I'm not sure I would want to clean it when it's hot, anything cold may want to cause a small explosion.


----------



## turbocruiser (Nov 23, 2013)

My Oslo heats my home said:


> I'm not sure I would want to clean it when it's hot, anything cold may want to cause a small explosion.


Assuming that stove has "ceramic glass" it should not matter much at all since "ceramic glass" is able to withstand temperature extremes without expanding or contracting much at all.  I've never tried to clean the glass when it was too hot to quickly touch but when it is warm a cotton cloth dipped in ash immediately does an amazing job completely cleaning everything.  Don't have to use cleaning chemicals at all.  Hope that helps.


----------



## Backwoods Savage (Nov 23, 2013)

Welcome to the forum.

I agree with Oslo about not cleaning when it is hot. There has been mixed reports of cleaning with razor blade. Not sure I would do that but some have. Vinegar should be fine. Do you use white vinegar?

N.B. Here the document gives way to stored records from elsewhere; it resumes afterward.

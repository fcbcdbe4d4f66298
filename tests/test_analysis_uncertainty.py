"""Monte Carlo intervals wired through the analysis layer ([uncertainty])."""

from __future__ import annotations

import json
import math

import numpy as np
import pytest
from scipy import stats

from doseattr.analysis.config import analysis_from_dict
from doseattr.analysis.pipeline import run_analysis
from doseattr.errors import InputError

K, T, RR, CI, PER = 2.5, 6.0, 1.25, (1.10, 1.42), 10.0


def _case(draws=4000, seed=11, **extra):
    return {"unit": "ug/m3",
            "curve": {"model": "log-linear", "rr": RR, "per": PER, "ci": list(CI),
                      "beyond": "extend"},
            "exposure": {"family": "gamma", "shape": K, "scale": T},
            "uncertainty": {"draws": draws, "seed": seed}, **extra}


def _paf(b):
    """Gamma MGF closed form (see test_analysis_pipeline): 1 - (1 - b t)^k."""
    return 1 - (1 - b * T) ** K


def test_interval_matches_the_coefficient_percentiles():
    r"""Only the curve coefficient varies (the exposure is entered as
    numbers, the minimum-risk level is fixed), and the PAF
    :math:`1 - (1 - bt)^k` increases with b, so the PAF's 2.5th and 97.5th
    percentiles are the PAF at b's own: :math:`\hat b \pm z_{0.975}\,se`
    with :math:`se = (\ln hi - \ln lo)/(2 z_{0.975})/per` (the normal
    approximation the curve's CI implies).

    Monte Carlo error: the sample 2.5% quantile of D normal draws has
    standard error :math:`\sqrt{p(1-p)/D}/\varphi(z_p)` standard deviations
    (asymptotic quantile variance), 0.042 sd for D = 4000; the check allows
    5 of those.
    """
    r = run_analysis(analysis_from_dict(_case()))
    z = stats.norm.ppf(0.975)
    b = math.log(RR) / PER
    se = (math.log(CI[1]) - math.log(CI[0])) / (2 * z) / PER
    tol = 5 * math.sqrt(0.025 * 0.975 / 4000) / stats.norm.pdf(z)
    assert _paf(b + (-z - tol) * se) < r.paf.lower < _paf(b + (-z + tol) * se)
    assert _paf(b + (z - tol) * se) < r.paf.upper < _paf(b + (z + tol) * se)
    np.testing.assert_allclose(r.paf.estimate, _paf(b), rtol=1e-8)
    assert r.paf.mcse is not None and 0 < r.paf.mcse < 0.01


def test_same_seed_same_output_and_another_seed_differs():
    one = json.dumps(run_analysis(analysis_from_dict(_case(draws=300))).to_dict())
    two = json.dumps(run_analysis(analysis_from_dict(_case(draws=300))).to_dict())
    other = json.dumps(run_analysis(analysis_from_dict(_case(draws=300, seed=12))).to_dict())
    assert one == two and one != other


def test_scenarios_get_intervals():
    r = run_analysis(analysis_from_dict(_case(draws=300, scenario=[{"name": "cap", "cap": 8}])))
    pif = r.to_dict()["scenarios"][0]["pif"]
    assert pif["lower"] < pif["estimate"] < pif["upper"]
    assert r.propagation.pif["cap"].shape == (1, 300)


@pytest.mark.parametrize("draws, message", [(50, "at least 100"),
                                            (10**6, "allow_many_draws = true")])
def test_draws_out_of_range(draws, message):
    with pytest.raises(InputError, match=rf"\[uncertainty\] key 'draws'.*{message}"):
        analysis_from_dict(_case(draws=draws))


# -- which input drives the width (issue 5 item 5) ------------------------------
M_LO, M_HI = 2.0, 8.0


def _paf_m(b, m):
    r"""Gamma exposure, RR = exp(bx), minimum risk m (derived in
    test_analysis_pipeline): :math:`E = G(m; k, t) + e^{-bm}(1 - bt)^{-k}
    (1 - G(m; k, t/(1 - bt)))`, G the gamma CDF (scipy.stats.gamma)."""
    e = stats.gamma.cdf(m, K, scale=T) + math.exp(-b * m) * (1 - b * T) ** -K * \
        stats.gamma.sf(m, K, scale=T / (1 - b * T))
    return 1 - 1 / e


def test_width_by_source_one_at_a_time():
    r"""Curve only: the PAF increases with b, so its interval is the PAF at
    :math:`\hat b \pm z_{0.975} se` (m at the middle of its range), within 5
    Monte Carlo standard errors of a normal quantile. Minimum risk only:
    the PAF decreases with m ~ U(lo, hi), so its interval is the PAF at m's
    97.5th and 2.5th percentiles, lo + 0.975 (hi - lo) and lo + 0.025 (hi -
    lo), within 5 standard errors of a uniform sample quantile,
    :math:`\sqrt{p(1-p)/D}\,(hi - lo)`. The exposure is entered as numbers
    and does not vary, so it has no row."""
    draws = 4000
    r = run_analysis(analysis_from_dict(_case(draws=draws, attribution={
        "minimum_risk": [M_LO, M_HI]})))
    rows = {w["source"]: w for w in r.to_dict()["uncertainty"]["width_by_source"]}
    assert list(rows) == ["curve", "minimum_risk"]
    z = stats.norm.ppf(0.975)
    b, m = math.log(RR) / PER, 0.5 * (M_LO + M_HI)
    se = (math.log(CI[1]) - math.log(CI[0])) / (2 * z) / PER
    tol = 5 * math.sqrt(0.025 * 0.975 / draws) / stats.norm.pdf(z)
    curve = rows["curve"]
    assert _paf_m(b + (-z - tol) * se, m) < curve["lower"] < _paf_m(b + (-z + tol) * se, m)
    assert _paf_m(b + (z - tol) * se, m) < curve["upper"] < _paf_m(b + (z + tol) * se, m)
    np.testing.assert_allclose(curve["width"], curve["upper"] - curve["lower"], rtol=1e-12)
    mr, span = rows["minimum_risk"], M_HI - M_LO
    du = 5 * math.sqrt(0.025 * 0.975 / draws) * span
    assert _paf_m(b, M_LO + 0.975 * span + du) < mr["lower"] < _paf_m(b, M_LO + 0.975 * span - du)
    assert _paf_m(b, M_LO + 0.025 * span + du) < mr["upper"] < _paf_m(b, M_LO + 0.025 * span - du)
    both = r.to_dict()["uncertainty"]["width_all"]
    assert both["lower"] == r.paf.lower and both["upper"] == r.paf.upper


def test_poisson_cases_move_the_attributable_cases(tmp_path):
    r"""Only the cases vary (curve without CI): with one shared exposure
    every stratum has the same PAF, so the total PAF does not move (width
    0), while the total attributable cases are PAF x a Poisson total, whose
    2.5th and 97.5th percentiles lie between scipy.stats.poisson.ppf at
    0.015 and 0.035 (resp. 0.965 and 0.985) of the total, the Monte Carlo
    slack of 2,000 draws."""
    (tmp_path / "strata.csv").write_text("stratum,cases\nA,120\nB,80\nC,45\n")
    d = {"unit": "ug/m3", "curve": {"model": "linear", "err": 0.05, "beyond": "extend"},
         "exposure": {"gm": 8.0, "gsd": 2.0}, "burden": {"table": "strata.csv"},
         "uncertainty": {"draws": 2000, "seed": 3, "poisson_cases": True}}
    r = run_analysis(analysis_from_dict(d, base_dir=tmp_path))
    rows = {w.source: w for w in r.width_by_source}
    assert list(rows) == ["cases"]
    assert rows["cases"].width == pytest.approx(0.0, abs=1e-12)
    lo, hi = rows["cases"].attributable
    pois = stats.poisson(245)
    p = r.paf.estimate
    assert p * pois.ppf(0.015) <= lo <= p * pois.ppf(0.035)
    assert p * pois.ppf(0.965) <= hi <= p * pois.ppf(0.985)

Not sure what stove you are burning but when you are getting black glass, that is one of the first signs that you wood is not dry enough. Our glass doesn't get black except for recently when we tried a dumb experiment and burned some wood that we cut last winter. It turned black then so we quickly switched back to the well-seasoned wood and it cleaned right up on its own. We do get some haze from fly ash so occasionally that gets cleaned. Just a few times each winter for this though. Certainly not a daily or weekly thing.


----------



## Looking_for_an_insert (Nov 23, 2013)

turbocruiser said:


> Assuming that stove has "ceramic glass" it should not matter much at all since "ceramic glass" is able to withstand temperature extremes without expanding or contracting much at all. I've never tried to clean the glass when it was too hot to quickly touch but when it is warm a cotton cloth dipped in ash immediately does an amazing job completely cleaning everything. Don't have to use cleaning chemicals at all. Hope that helps.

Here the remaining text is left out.